## Assignment
List every line below containing "Date".

(Stored data entries)
#####

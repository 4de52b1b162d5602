/**
 * Two copies of the same file sent at the same moment (a scheduled export retried while the first
 * attempt still uploads): each finds no earlier copy read when its own upload ends, so the check
 * before the commit decides. The bytes must be read once: the copy read second stands aside for the
 * first, by the worker's path and by reading while uploading.
 */
import { PassThrough, Readable } from 'node:stream';
import { eq } from 'drizzle-orm';
import { beforeAll, expect, it } from 'vitest';
import { db } from '~/server/db/client';
import { sites, uploads } from '~/server/db/schema';
import { ingestUpload } from '~/server/services/ingest';
import { receiveApiUpload } from '~/server/services/uploads';
import { describeIntegration } from '../support/integration';

/** A day of ten-minute rows of three tags, different per site so no test sees another's copies. */
function exportText(seed: number): Buffer {
  const lines = ['Timestamp,CT-1,CT-2,CT-3'];
  const start = Date.UTC(2026, 4, 2);
  for (let i = 0; i < 144; i++) {
    const t = new Date(start + i * 600_000).toISOString().slice(0, 19).replace('T', ' ');
    lines.push(`${t},${(40 + seed + Math.sin(i / 7)).toFixed(2)},${(3 + Math.cos(i / 5)).toFixed(3)},${(120 + (i % 12)).toFixed(1)}`);
  }
  return Buffer.from(lines.join('\n') + '\n');
}

async function newSite() {
  const [s] = await db().insert(sites).values({ name: `Copies test site ${Date.now()}`, timeZone: 'UTC' }).returning();
  return s!.id;
}

/** Starts a machine upload whose body arrives in two halves: the second when `finish` is called. */
function slowUpload(siteId: string, body: Buffer) {
  const stream = new PassThrough();
  stream.write(body.subarray(0, body.length >> 1));
  const done = receiveApiUpload(siteId, 'copy-1.csv', stream, {});
  return { done, finish: () => stream.end(body.subarray(body.length >> 1)) };
}

async function rowOf(id: string) {
  const [row] = await db().select().from(uploads).where(eq(uploads.id, id));
  return row!;
}

/** The upload that waits for the PUT of `first` to be in its record before going on. */
async function untilRecorded(siteId: string, count: number) {
  for (let i = 0; i < 100; i++) {
    if ((await db().select().from(uploads).where(eq(uploads.siteId, siteId))).length >= count) return;
    await new Promise((r) => setTimeout(r, 20));
  }
  throw new Error('the first upload was never recorded');
}

describeIntegration('two copies of one file sent together', () => {
  let body: Buffer;
  beforeAll(() => {
    body = exportText(1);
  });

  it('both waiting for the worker: the later-made copy stands aside for the earlier, whichever is read first', async () => {
    const siteId = await newSite();
    const first = slowUpload(siteId, body);
    await untilRecorded(siteId, 1);
    // The second copy arrives whole while the first is still arriving: no copy is read yet.
    const second = await receiveApiUpload(siteId, 'copy-2.csv', Readable.from([body]), {});
    expect(second.duplicateOf).toBeNull();
    first.finish();
    const a = await first.done;
    expect(a.duplicateOf).toBeNull();
    // The worker takes the later-made copy first.
    expect((await ingestUpload(second.uploadId)).kind).toBe('done');
    expect((await ingestUpload(a.uploadId)).kind).toBe('done');
    const [ra, rb] = [await rowOf(a.uploadId), await rowOf(second.uploadId)];
    expect(rb.duplicateOf).toBe(a.uploadId);
    expect(ra.duplicateOf).toBeNull();
    expect(ra.summary).toMatchObject({ hours: 72, replacedHours: 0, combinedHours: 0 });
  }, 60_000);

  it('one read while uploading, the other by the worker: the copy read second stands aside for the first', async () => {
    const siteId = await newSite();
    const first = slowUpload(siteId, body);
    await untilRecorded(siteId, 1);
    // The second copy declares its length, so it is read while it arrives and is done at once.
    const second = await receiveApiUpload(siteId, 'copy-2.csv', Readable.from([body]), {}, body.length);
    expect(second.readWhileUploading).toBe(true);
    expect((await rowOf(second.uploadId)).status).toBe('done');
    first.finish();
    const a = await first.done;
    expect((await ingestUpload(a.uploadId)).kind).toBe('done');
    const ra = await rowOf(a.uploadId);
    expect(ra.duplicateOf).toBe(second.uploadId);
    const rb = await rowOf(second.uploadId);
    expect(rb.summary).toMatchObject({ hours: 72, replacedHours: 0 });
  }, 60_000);
});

#####

## Result of the exercise
  const start = Date.UTC(2026, 4, 2);
    const t = new Date(start + i * 600_000).toISOString().slice(0, 19).replace('T', ' ');
  const [s] = await db().insert(sites).values({ name: `Copies test site ${Date.now()}`, timeZone: 'UTC' }).returning();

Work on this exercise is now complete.